Kinder
Was Eltern über Windpocken wissen sollten
Veröffentlicht am:11.10.2022
5 Minuten Lesedauer
Weil Windpocken bei ansonsten gesunden Kindern glücklicherweise meist glimpflich ablaufen, fragen sich manche Eltern, was besser ist: Impfung oder die Krankheit durchlaufen? Hier erfahren Sie das Wichtigste über diese Virusinfektion.
Windpocken: hoch ansteckend und weit verbreitet
Heutige Eltern von Kleinkindern haben Windpocken meist noch selbst als Kind durchlebt. Sie werden durch das Varizella-zoster-Virus ausgelöst und auch Varizellen genannt. Die hoch ansteckende Infektionskrankheit tritt in erster Linie vom Kleinkind- bis zum Grundschulalter auf. Am typischen Hautausschlag mit seinen roten Bläschen kann man sie gut erkennen.
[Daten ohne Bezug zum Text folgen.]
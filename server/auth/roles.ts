import type { RequestHandler } from 'express';
import type { Db } from '../db/knex';
import type { Role } from '../../schemas/auth';
import { roleIn } from '../data/users';
import { forbidden, notFound, unauthorized } from '../http/errors';
import { idParam } from '../http/params';

declare global {
  // eslint-disable-next-line @typescript-eslint/no-namespace
  namespace Express {
    interface Request {
      /** set by requireRole: the workspace of the route and the caller's role in it */
      workspace?: { id: number; role: Role };
    }
  }
}

export const requireUser: RequestHandler = (req, _res, next) => {
  if (!req.user) return next(unauthorized());
  next();
};

/**
 * The one role check: the caller must be a member of `:workspaceId` (else 404, so that
 * workspaces of others stay invisible) with one of `allowed` roles (else 403).
 */
export function requireRole(db: Db, ...allowed: Role[]): RequestHandler {
  return async (req, _res, next) => {
    if (!req.user) throw unauthorized();
    const id = idParam(req.params.workspaceId, 'workspace');
    const role = await roleIn(db, req.user.id, id);
    if (!role) throw notFound('No such workspace');
    if (allowed.length && !allowed.includes(role)) {
      throw forbidden(`This needs the role ${allowed.join(' or ')}; yours is ${role}`);
    }
    req.workspace = { id, role };
    next();
  };
}

export const ANY_MEMBER: Role[] = [];
export const WRITERS: Role[] = ['owner', 'engineer'];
Varizella-zoster-Viren gehören zu den Herpesviren und werden von Mensch zu Mensch übertragen. Kleinste Speicheltröpfchen, die durch Ausatmen, Sprechen oder Husten in der Luft schweben, genügen. Zudem ist die Flüssigkeit in den Bläschen ansteckend. Wenn sie aufgekratzt werden, treten Viren aus, und man kann sich auch über eine sogenannte Schmierinfektion anstecken.
Der Name ist Programm
Vielleicht haben Sie es selbst schon einmal beobachtet: Kinder mit Verdacht auf Varizellen werden beim Kinderarzt direkt ins Behandlungszimmer „durchgewunken“, um Kontakt mit anderen zu vermeiden. Ihrer hohen Ansteckungsgefahr verdanken Windpocken auch ihren Namen: Sie verbreiten sich buchstäblich so schnell wie der Wind. Meist reicht ein kurzer gemeinsamer Aufenthalt in einem Raum mit einer infizierten Person zur Übertragung der Viren.
Ein reines Kinderproblem?
Weil Windpocken vor allem Kinder betreffen, rechnet man sie zu den Kinderkrankheiten: ein missverständlicher Begriff für ansteckende Infektionskrankheiten, gegen die man in der Regel immun wird, wenn man sie einmal durchlaufen hat. Weil deren Erreger hoch ansteckend und weit verbreitet sind, können wir ihnen kaum aus dem Weg gehen und erkranken ohne Impfung meistens schon als Kinder. Aber Windpocken können auch Erwachsene befallen. Das ist dann oft mit größeren Beschwerden oder Komplikationen verbunden, besonders bei Menschen mit geschwächten Abwehrkräften. In den ersten fünf Monaten einer Schwangerschaft können Varizellen außerdem schwere Fehlbildungen des Kindes verursachen.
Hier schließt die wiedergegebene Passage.